In light of these risks, uncertainties and assumptions, the events anticipated by EOG's forward-looking statements may not occur, and, if any of such events do, we may not have anticipated the timing of their occurrence or the duration and extent of their impact on our actual results. Accordingly, you should not place any undue reliance on any of EOG's forward-looking statements. EOG's forward-looking statements speak only as of the date made, and EOG undertakes no obligation, other than as required by applicable law, to update or revise its forward-looking statements, whether as a result of new information, subsequent events, anticipated or unanticipated circumstances or otherwise.

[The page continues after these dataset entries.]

package spec

import (
	"strings"
	"testing"
)

func TestSheetMaterialConductivity(t *testing.T) {
	for _, m := range SheetMaterials() {
		// Source: physical sense: sheet metals lie between steel (≈ 5 MS/m)
		// and copper (58 MS/m, IEC 60028).
		if !(m.Conductivity >= 1e6 && m.Conductivity <= 58.0e6) {
			t.Errorf("%s: conductivity %g S/m out of range", m.ID, m.Conductivity)
		}
		if s := m.ConductivitySource; !(strings.Contains(s, "IEC") || strings.Contains(s, "from memory")) {
			t.Errorf("%s: conductivity source %q neither cites nor says from memory", m.ID, s)
		}
	}
}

Oil and Gas Reserves; Non-GAAP Financial Measures: The United States Securities and Exchange Commission (SEC) permits oil and gas companies, in their filings with the SEC, to disclose not only “proved” reserves (i.e., quantities of oil and gas that are estimated to be recoverable with a high degree of confidence), but also “probable” reserves (i.e., quantities of oil and gas that are as likely as not to be recovered) as well as “possible” reserves (i.e., additional quantities of oil and gas that might be recovered, but with a lower probability than probable reserves). Statements of reserves are only estimates and may not correspond to the ultimate quantities of oil and gas recovered. Any reserve estimates provided in this presentation that are not specifically designated as being estimates of proved reserves may include "potential" reserves and/or other estimated reserves not necessarily calculated in accordance with, or contemplated by, the SEC’s latest reserve reporting guidelines. Investors are urged to consider closely the disclosure in EOG’s Annual Report on Form 10-K for the fiscal year ended December 31, 2016, available from EOG at P.O. Box 4362, Houston, Texas 77210-4362 (Attn: Investor Relations). You can also obtain this report from the SEC by calling 1-800-SEC-0330 or from the SEC's website at www.sec.gov. In addition, reconciliation and calculation schedules for non-GAAP financial measures can be found on the EOG website at www.eogresources.com.